Both the frame and two layers of glass (with argon gas in-between) prevent your heating from leaking out of the window. On top of that, they will also reduce the noise pollution within your home.
This trapping of argon gas within two sturdy pains also acts as an effective barrier between noise on the streets outside and the interior of each room in your house.
The reason they are becoming so popular in recent years is that uPVC does have some extra tricks up its sleeve when it comes to added benefits.
For those who live near the coast, this could be the ideal material to pick for your double-glazed windows. Not only will it keep out the chill from the cold sea air, but it is also resistant to salt erosion.
Believe it or not, salt and sand can wear away at materials such as metal.
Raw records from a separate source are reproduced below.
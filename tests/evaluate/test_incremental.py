"""Incremental sketches: equal to a rebuild, replay equals live, corrections touch only
their bucket, late outcomes are counted and excluded, label delay does not bias."""

from __future__ import annotations

import zlib
from datetime import timedelta

import numpy as np
import pytest
import sqlalchemy as sa
from sqlalchemy.engine import Engine

from plumbwatch.evaluate.rebuild import rebuild_model
from plumbwatch.store import sketches as store_sketches
from plumbwatch.store.models import get
from plumbwatch.store.sketches import load_buckets
from plumbwatch.store.tables import sketch_patches
from plumbwatch.timefmt import format_instant, parse_instant
from tests.factories import Service, running_service

T0 = parse_instant("2026-05-01T00:00:00Z")
HORIZON_DAYS = 3


def model_body(**kw) -> dict:
    body = {
        "kind": "binary",
        "label_horizon": f"P{HORIZON_DAYS}D",
        "segment_keys": ["region", "tier"],
        "crosses": [["region", "tier"]],
        "windows": ["P7D", "P14D"],
    }
    body.update(kw)
    return body


def simulate(
    n_days: int, per_day: int, seed: int, *, odds: float = 1.0, positives_first: bool = False
) -> tuple[list[dict], list[dict]]:
    """A calibrated model (odds multiplier 1), outcomes within the horizon."""
    rng = np.random.default_rng(seed)
    preds, outs = [], []
    for d in range(n_days):
        p = rng.beta(2, 5, size=per_day)
        q = 1 / (1 + (1 - p) / (p * odds))
        y = rng.random(per_day) < q
        for i in range(per_day):
            at = T0 + timedelta(days=d, seconds=int(rng.integers(0, 86_400)))
            rid = f"d{d}-{i}"
            preds.append(
                {
                    "id": rid,
                    "predicted_at": format_instant(at),
                    "probability": float(p[i]),
                    "version": "v1",
                    "segments": {
                        "region": str(rng.choice(["north", "south", "coast"])),
                        "tier": str(rng.choice(["express", "standard"])),
                    },
                }
            )
            if positives_first:
                delay = timedelta(hours=2) if y[i] else timedelta(days=HORIZON_DAYS)
            else:
                delay = timedelta(hours=int(rng.integers(1, HORIZON_DAYS * 24)))
            outs.append(
                {"id": rid, "outcome": int(y[i]), "observed_at": format_instant(at + delay)}
            )
    return preds, outs


def post(svc: Service, preds: list[dict], outs: list[dict], *, correction: bool = False) -> None:
    for i in range(0, len(preds), 2000):
        assert (
            svc.post("/v1/models/m/predictions", {"predictions": preds[i : i + 2000]}).status_code
            == 200
        )
    url = "/v1/models/m/outcomes" + ("?correction=true" if correction else "")
    for i in range(0, len(outs), 2000):
        r = svc.post(url, {"outcomes": outs[i : i + 2000]})
        assert r.status_code == 200, r.text


def evaluate(svc: Service, as_of) -> dict:
    r = svc.post("/v1/models/m/evaluations", {"as_of": format_instant(as_of)})
    assert r.status_code == 200, r.text
    return r.json()


def stored(engine: Engine) -> dict[tuple, tuple]:
    """Every stored bucket of model m, read as the runs read them (patches applied)."""
    with engine.connect() as conn:
        model = get(conn=conn, name="m")
        assert model is not None
        return {
            key: (b.matured, b.late, b.unlabelled, b.sketch)
            for key, b in load_buckets(conn, model_id=model.id).items()
        }


def patch_rows(engine: Engine) -> int:
    with engine.connect() as conn:
        return int(conn.execute(sa.select(sa.func.count()).select_from(sketch_patches)).scalar())


def assert_same_sketches(a: dict, b: dict) -> None:
    assert set(a) == set(b)
    for key in a:
        assert a[key][:3] == b[key][:3], key
        assert a[key][3].allclose(b[key][3], rtol=1e-9, atol=1e-9), key


def windows_metrics(record: dict) -> dict:
    return {
        (w["window"], s["slice"], s["version"]): s["metrics"]
        for w in record["windows"]
        for s in w["slices"]
    }


def test_incremental_equals_rebuild_with_late_rows_and_corrections(
    engine: Engine, monkeypatch: pytest.MonkeyPatch
) -> None:
    import plumbwatch.evaluate.rebuild as rebuild

    monkeypatch.setattr(rebuild, "_FLUSH_ROWS", 97)  # several partial flushes
    # These small buckets would mostly be rewritten whole; save half of them as
    # patches whenever they change, so both ways of saving are checked.
    monkeypatch.setattr(
        store_sketches, "_fold_share", lambda key: float(zlib.crc32(repr(key).encode()) % 2)
    )
    preds, outs = simulate(12, 60, seed=1)
    with running_service(engine) as svc:
        svc.put_model("m", model_body())
        half = len(preds) // 2
        post(svc, preds[:half], outs[: half // 2])
        evaluate(svc, T0 + timedelta(days=6))
        # Late arrivals: the rest of the outcomes of matured rows, new predictions,
        # backfilled predictions of matured days, and corrections.
        post(svc, preds[half:], outs[half // 2 :])
        evaluate(svc, T0 + timedelta(days=9))
        flipped = [dict(o, outcome=1 - o["outcome"]) for o in outs[:40]]
        post(svc, [], flipped, correction=True)
        evaluate(svc, T0 + timedelta(days=15, hours=7))
        incremental = stored(engine)
        # Later runs changed a few bins of stored buckets: written as patches.
        assert patch_rows(engine) > 0
        with engine.connect() as conn:
            model = get(conn=conn, name="m")
        assert model is not None
        assert rebuild_model(engine, model, now_us=0, slice_cap=50) > 0
        assert_same_sketches(incremental, stored(engine))


def test_replay_equals_live(engine: Engine, tmp_path) -> None:
    from plumbwatch.store.engine import create_engine
    from plumbwatch.store.migrate import upgrade

    preds, outs = simulate(10, 40, seed=2)
    days = [T0 + timedelta(days=d + 1) for d in range(10)]
    # Live: each day's rows arrive that day, then the day's evaluation runs.
    live_records = []
    with running_service(engine) as svc:
        svc.put_model("m", model_body())
        for day in days:
            todays = [
                p
                for p in preds
                if parse_instant(p["predicted_at"]) < day
                and parse_instant(p["predicted_at"]) >= day - timedelta(days=1)
            ]
            seen = [
                o for o in outs if day - timedelta(days=1) <= parse_instant(o["observed_at"]) < day
            ]
            post(svc, todays, seen)
            live_records.append(evaluate(svc, day))
    # Replay: everything first, then one evaluation per day through as_of.
    replay_url = f"sqlite:///{tmp_path / 'replay.db'}"
    replay_engine = create_engine(replay_url)
    upgrade(replay_engine)
    with running_service(replay_engine) as svc:
        svc.put_model("m", model_body())
        post(svc, preds, outs)
        replay_records = [evaluate(svc, day) for day in days]
    replay_engine.dispose()
    for live, replay in zip(live_records, replay_records, strict=True):
        a, b = windows_metrics(live), windows_metrics(replay)
        assert a.keys() == b.keys()
        for key in a:
            for name, value in a[key].items():
                if value is None or b[key][name] is None:
                    assert value == b[key][name], (key, name)
                else:
                    assert value == pytest.approx(b[key][name], rel=1e-9, abs=1e-12), (key, name)


def test_a_correction_changes_its_bucket_only(engine: Engine) -> None:
    preds, outs = simulate(6, 30, seed=3)
    with running_service(engine) as svc:
        svc.put_model("m", model_body())
        post(svc, preds, outs)
        evaluate(svc, T0 + timedelta(days=12))
        before = stored(engine)
        target = outs[5]
        post(svc, [], [dict(target, outcome=1 - target["outcome"])], correction=True)
        record = evaluate(svc, T0 + timedelta(days=12, hours=1))
        after = stored(engine)
    assert record["rows_applied"] == 1
    changed = {k for k in before if not before[k][3].allclose(after[k][3], rtol=0, atol=0)}
    row = preds[5]
    day = (parse_instant(row["predicted_at"]) - parse_instant("1970-01-01T00:00:00Z")).days
    seg = row["segments"]
    assert changed == {
        ("v1", day, "overall"),
        ("v1", day, f"region:{seg['region']}"),
        ("v1", day, f"tier:{seg['tier']}"),
        ("v1", day, f"region:{seg['region']},tier:{seg['tier']}"),
    }


def test_late_outcomes_are_counted_not_folded_in(engine: Engine) -> None:
    with running_service(engine) as svc:
        svc.put_model("m", model_body(windows=["P7D"]))
        rows = [
            {
                "id": f"r{i}",
                "predicted_at": "2026-05-02T10:00:00Z",
                "probability": 0.3,
                "segments": {"region": "north"},
            }
            for i in range(4)
        ]
        outs = [
            {"id": "r0", "outcome": 1, "observed_at": "2026-05-03T10:00:00Z"},
            {"id": "r1", "outcome": 0, "observed_at": "2026-05-05T10:00:00Z"},  # at horizon
            {"id": "r2", "outcome": 1, "observed_at": "2026-05-05T10:00:01Z"},
        ]  # late
        post(svc, rows, outs)
        record = evaluate(svc, parse_instant("2026-05-09T00:00:00Z"))
        overall = windows_metrics(record)[("P7D", "overall", None)]
        assert (overall["n"], overall["events"], overall["late"]) == (2, 1, 1)
        assert overall["label_coverage"] == pytest.approx(0.5)
        # missing_outcome = negative: the late and the missing row count as 0.
        svc.put_model("m", model_body(windows=["P7D"], missing_outcome="negative"))
        with engine.connect() as conn:
            model = get(conn=conn, name="m")
        assert model is not None
        rebuild_model(engine, model, now_us=0, slice_cap=50)
        record = evaluate(svc, parse_instant("2026-05-09T01:00:00Z"))
        overall = windows_metrics(record)[("P7D", "overall", None)]
        assert (overall["n"], overall["events"], overall["late"]) == (4, 1, 1)


def test_positives_labelled_first_do_not_bias_matured_windows(engine: Engine) -> None:
    # METHODS.md section 13: keeping only labelled rows of recent cohorts over-counts
    # events when positives are confirmed first; matured cohorts give O/E about 1.
    preds, outs = simulate(20, 150, seed=4, positives_first=True)
    as_of = T0 + timedelta(days=20)
    known = [o for o in outs if parse_instant(o["observed_at"]) <= as_of]
    with running_service(engine) as svc:
        svc.put_model("m", model_body())
        post(svc, preds, known)
        record = evaluate(svc, as_of)
    overall = windows_metrics(record)[("P14D", "overall", None)]
    assert overall["oe_ratio_low"] <= 1.0 <= overall["oe_ratio_high"]
    assert overall["label_coverage"] == 1.0
    immature = {e["slice"]: e for e in record["immature"]}
    assert set(immature["overall"]["metrics"]) == {
        "psi",
        "psi_threshold",
        "ks_statistic",
        "ks_p_value",
        "mean_predicted",
    }
    assert immature["overall"]["label_coverage"] < 0.5  # mostly negatives, not labelled yet
    assert immature["overall"]["n"] == 3 * 150


def test_edge_cases_give_states_not_errors(engine: Engine) -> None:
    with running_service(engine) as svc:
        svc.put_model("m", model_body())
        empty = evaluate(svc, T0)
        assert empty["health"] == "awaiting_labels"
        rows = [
            {"id": f"r{i}", "predicted_at": "2026-05-02T10:00:00Z", "probability": 0.3}
            for i in range(3)
        ]
        post(
            svc,
            rows,
            [
                {"id": f"r{i}", "outcome": 1, "observed_at": "2026-05-02T12:00:00Z"}
                for i in range(3)
            ],
        )
        record = evaluate(svc, parse_instant("2026-05-09T00:00:00Z"))
        overall = windows_metrics(record)[("P7D", "overall", None)]
        assert overall["n"] == 3 and overall["auroc"] is None
        slice_ = next(s for s in record["windows"][0]["slices"] if s["slice"] == "overall")
        assert slice_["reasons"]["auroc"] == "one_class_only"
        assert slice_["health"] == "insufficient_data"


def test_range_metrics_are_exact_at_any_bounds(engine: Engine) -> None:
    from sklearn.metrics import brier_score_loss, log_loss

    preds, outs = simulate(8, 80, seed=5)
    start, end = T0 + timedelta(days=1, hours=7, minutes=13), T0 + timedelta(days=5, hours=19)
    with running_service(engine) as svc:
        svc.put_model("m", model_body())
        post(svc, preds, outs)
        evaluate(svc, T0 + timedelta(days=12))
        r = svc.client.get(
            "/v1/models/m/metrics",
            headers=svc.headers("read"),
            params={
                "start": format_instant(start),
                "end": format_instant(end),
                "slice": "region:coast,tier:express",
            },
        )
        assert r.status_code == 200, r.text
        bad = svc.client.get(
            "/v1/models/m/metrics",
            headers=svc.headers("read"),
            params={"start": format_instant(end), "end": format_instant(start)},
        )
        assert bad.status_code == 422
    body = r.json()
    by_id = {o["id"]: o["outcome"] for o in outs}
    rows = [
        p
        for p in preds
        if start <= parse_instant(p["predicted_at"]) < end
        and p["segments"] == {"region": "coast", "tier": "express"}
    ]
    y = np.array([by_id[p["id"]] for p in rows])
    p = np.array([p["probability"] for p in rows])
    # scikit-learn on exactly the rows in range (every outcome is within the horizon).
    assert body["metrics"]["n"] == len(rows)
    assert body["metrics"]["log_loss"] == pytest.approx(log_loss(y, p, labels=[0, 1]), rel=1e-9)
    assert body["metrics"]["brier"] == pytest.approx(brier_score_loss(y, p), rel=1e-9)


def test_range_metrics_count_late_and_missing_outcomes_at_inner_bounds(engine: Engine) -> None:
    from sklearn.metrics import log_loss

    preds, outs = simulate(6, 60, seed=9)
    # Every 7th outcome comes after the horizon (late), every 11th never comes.
    for i, o in enumerate(outs):
        if i % 7 == 0:
            at = parse_instant(preds[i]["predicted_at"])
            o["observed_at"] = format_instant(at + timedelta(days=HORIZON_DAYS, hours=1))
    kept = [o for i, o in enumerate(outs) if i % 11]
    start, end = T0 + timedelta(days=1, hours=3), T0 + timedelta(days=3, hours=21)
    with running_service(engine) as svc:
        svc.put_model("m", model_body())
        post(svc, preds, kept)
        evaluate(svc, T0 + timedelta(days=12))
        r = svc.client.get(
            "/v1/models/m/metrics",
            headers=svc.headers("read"),
            params={"start": format_instant(start), "end": format_instant(end)},
        )
        assert r.status_code == 200, r.text
    metrics = r.json()["metrics"]
    in_range = [i for i, p in enumerate(preds) if start <= parse_instant(p["predicted_at"]) < end]
    late = [i for i in in_range if i % 7 == 0 and i % 11]
    on_time = [i for i in in_range if i % 7 and i % 11]
    # Hand count from the rules of DESIGN.md: late outcomes are counted, not folded
    # in; with missing_outcome = wait, unlabelled matured rows are left out.
    assert metrics["late"] == len(late)
    assert metrics["n"] == len(on_time)
    assert metrics["label_coverage"] == pytest.approx(len(on_time) / len(in_range))
    y = np.array([outs[i]["outcome"] for i in on_time])
    p = np.array([preds[i]["probability"] for i in on_time])
    # scikit-learn on exactly the on-time rows in range.
    assert metrics["log_loss"] == pytest.approx(log_loss(y, p, labels=[0, 1]), rel=1e-9)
On top of that, there will also be no need to constantly maintain your uPVC windows.
They won’t rot or suffer in wet weather conditions, which means you won’t have to keep treating the surface in order to keep the moisture out. uPVC windows also have the upper-hand when it comes to conducting heat.
Plastic is less effective at conducting heat, which means it makes for the ideal material to build double-glazed windows out of.
When it comes to updating your windows, uPVC is becoming a popular choice with many new double-glazing customers, as it has a wide range of benefits.
Let’s face it: the UK hasn’t got some of the most ideal weather conditions, particularly in the colder months of the year, and so picking a material that can cope with these is ideal for anyone who is getting double-glazing fitted. It’s lower cost and minimum effort.